Dot Wordsworth

Eurovision-speak

With almost everyone choosing to sing in terrible English, this year’s was a tough battle

issue 30 May 2015

Like a reluctantly remembered nightmare, last week’s Eurovision Song Contest already seems very distant. But, in the manner of the Sand people in Star Wars, the nations of Eurovision will no doubt soon be back, and in greater numbers. Disappointingly, with scarcely an alien tongue displayed apart from Montenegrin, the chosen language was poor English. Since it is hard (for those not native speakers) to make out the sense of songs in English, the logic seemed to be to write them nonsensically from the outset.

Sweden’s winning song had a thing about natural history, but showed a feeble grasp of fundamentals. ‘Go sing it like a hummingbird,’ it said, ‘The greatest anthem ever heard.’ Never mind that hummingbirds don’t sing (hence the name). Later, the singer boasted: ‘I make worms turn into butterflies.’ Nice work, even if he only meant caterpillars. There was one more item of entomology: ‘The crickets sing a song for you.’ Again the vibration is not vocal, but comes from the wings.

Unreality obscured the big strobe-pocked hall in Vienna. The Azerbaijan entry, ‘The Hour of the Wolf’, seemed concerned with lycanthropy. Yet the singer displayed a Boy Scout readiness: ‘Yellow glowing eyes, / I’m hypnotised. / I feel brave yet scared, / But I’ll stay prepared.’

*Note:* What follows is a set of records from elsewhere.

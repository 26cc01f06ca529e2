"""Closes and rates by day, carried over days without one, cut into the windows and the market of an evening."""

from __future__ import annotations

from collections.abc import Mapping, Sequence
from dataclasses import dataclass
from datetime import date, timedelta

import numpy as np

from monitor.facts import UsedFile
from monitor.feed.calendars import Sessions
from monitor.feed.history import History
from monitor.feed.known import Known
from monitor.feed.rates import worth
from monitor.words import FileKind, InstrumentKind
from monitor.world import Booleans, Days, Floats, Instrument, Integers, Market, Ranges, Window

LOOK_BACK = timedelta(days=20)  # far enough before a window to find the close that its first session carries
EPOCH = date(1970, 1, 1).toordinal()


@dataclass(frozen=True)
class Grid:
    """Closes (days, instruments) and worths of currencies (rate days, currencies), with the day each comes from.

    Days are ordinals, ascending; a source day of 0 means that nothing is known yet. The first row of each lies before
    everything known, so that any date finds a row. given: (days, instruments) a file gave a close for that very day.
    cash: (instruments,) whose close is always 1, and which no file of prices names. ranges: (3, days, instruments) of
    open, high and low as given, not carried; None unless a rule needs them.
    """

    cash: Booleans
    days: Integers
    given: Booleans
    close: Floats
    close_day: Integers
    rate_days: Integers
    currencies: tuple[str, ...]
    rate: Floats
    rate_day: Integers
    ranges: Floats | None


def make_grid(
    first: date,
    last: date,
    known: Known,
    history: History,
    instruments: Sequence[Instrument],
    currencies: Sequence[str],
    base: str,
    needs_ranges: bool,
) -> Grid:
    """Everything known from LOOK_BACK before `first` up to `last`. currencies: sorted."""
    since = first - LOOK_BACK
    cash = _of_kind(instruments, InstrumentKind.CASH)
    files = _files(known, FileKind.HISTORY, FileKind.PRICES, since)
    days, names, values = history.matrix(files, since, last)
    days, closes = _after_nothing(days, _closes_of(instruments, names, values))
    close, close_day = _carry(days, closes)
    close[:, cash] = 1.0
    ranges = history.ranges(files, days, [instrument.id for instrument in instruments]) if needs_ranges else None
    rate_days, pairs, rates = history.matrix(_files(known, FileKind.HISTORY_FX, FileKind.FX, since), since, last)
    rate_days, rates = _after_nothing(rate_days, rates)
    rate, rate_day = worth(*_carry(rate_days, rates), pairs, currencies, base)
    given = ~np.isnan(closes)
    return Grid(cash, days, given, close, close_day, rate_days, tuple(currencies), rate.T, rate_day.T, ranges)


def cut_window(
    calendar: str,
    sessions: Days,
    own: Mapping[str, Sessions],
    calendars: Sequence[str],
    firm_calendar: str,
    grid: Grid,
) -> Window:
    """The closes and rates on the sessions of one calendar. calendars: the name of each instrument's own."""
    ordinals = _ordinals(sessions)
    rows, rate_rows = _row_of(grid.days, ordinals), _row_of(grid.rate_days, ordinals)
    own_open = {name: own[name].open_on_each(sessions) for name in set(calendars)}
    opened = np.array([own_open[name] for name in calendars], dtype=np.bool_).reshape(len(calendars), len(sessions))
    given_today = grid.given[rows] & (grid.days[rows] == ordinals)[:, None]
    gap = opened & ~given_today.T & ~grid.cash[:, None]
    rate_gap = own[firm_calendar].open_on_each(sessions) & (ordinals > grid.rate_day[rate_rows].T)
    ranges = _cut_ranges(grid.ranges, grid.close, rows, given_today & ~grid.cash) if grid.ranges is not None else None
    return Window(calendar, sessions, grid.close[rows].T.copy(), grid.rate[rate_rows].T.copy(), gap, rate_gap, ranges)


def _cut_ranges(ranges: Floats, close: Floats, rows: Integers, given: Booleans) -> Ranges:
    """given: (sessions, instruments) a close that counts was given on the session itself."""
    opening, high, low, last = (np.where(given, prices[rows], np.nan).T.copy() for prices in (*ranges, close))
    return Ranges(open=opening, high=high, low=low, close=last)


def cut_market(
    on: date,
    instruments: tuple[Instrument, ...],
    unknown: Booleans,
    own: Mapping[str, Sessions],
    calendars: Sequence[str],
    firm_calendar: str,
    grid: Grid,
) -> Market:
    """The newest closes and rates on or before a date, with those marked that are older than they should be."""
    ordinal = np.array([on.toordinal()])
    row, rate_row = _row_of(grid.days, ordinal)[0], _row_of(grid.rate_days, ordinal)[0]
    last_session = {name: own[name].last(on).toordinal() for name in {*calendars, firm_calendar}}
    expected = np.array([last_session[name] for name in calendars], dtype=np.int64)
    return Market(
        on=on,
        instruments=instruments,
        close=grid.close[row],
        closed_on=_days(np.where(grid.cash, on.toordinal(), grid.close_day[row])),
        carried=(grid.close_day[row] < expected) & ~grid.cash,
        unknown=unknown,
        currencies=grid.currencies,
        rate=grid.rate[rate_row],
        rate_carried=grid.rate_day[rate_row] < last_session[firm_calendar],
    )


def _files(known: Known, start: FileKind, daily: FileKind, since: date) -> list[UsedFile]:
    return known.files(start) + known.files(daily, since=since)


def _closes_of(instruments: Sequence[Instrument], names: Sequence[str], values: Floats) -> Floats:
    """The closes of these instruments; a close that is not positive counts only for a future."""
    place = {name: at for at, name in enumerate(names)}
    columns = np.array([place.get(instrument.id, len(names)) for instrument in instruments], dtype=np.int64)
    closes = np.column_stack([values, np.full(len(values), np.nan)])[:, columns]
    closes[(closes <= 0) & ~_of_kind(instruments, InstrumentKind.FUTURE)] = np.nan
    return closes


def _of_kind(instruments: Sequence[Instrument], kind: InstrumentKind) -> Booleans:
    return np.array([item.kind is kind for item in instruments], dtype=np.bool_)


def _after_nothing(days: Integers, values: Floats) -> tuple[Integers, Floats]:
    nothing = np.full((1, values.shape[1]), np.nan)
    return np.concatenate([[0], days]), np.concatenate([nothing, values])


def _carry(days: Integers, values: Floats) -> tuple[Floats, Integers]:
    """Values (days, names) carried over days without one, and the day each comes from."""
    rows = np.maximum.accumulate(np.where(np.isnan(values), 0, np.arange(len(days))[:, None]), axis=0)
    return np.take_along_axis(values, rows, axis=0), days[rows]


def _row_of(days: Integers, ordinals: Integers) -> Integers:
    return np.searchsorted(days, ordinals, side="right") - 1


def _ordinals(days: Days) -> Integers:
    return days.astype("datetime64[D]").astype(np.int64) + EPOCH


def _days(ordinals: Integers) -> Days:
    return (ordinals - EPOCH).astype("datetime64[D]")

Most songs were about the night (=sex) or about war. Either involved ‘the drum that rolls inside’ (five letters, begins with H, from Belgium). Russia, afflicted with synaesthesia, declared: ‘Your heart is like a beating drum/ Burning brighter than the sun.’ It was but a step from firearms to the arms of love: ‘Pull me baby, I’m your trigger,’ sang Israel’s man. The irremediable lyrics of Greece ran: ‘You killed me and I am done, / Without a gun. My light has fade, / I feel betrayed.’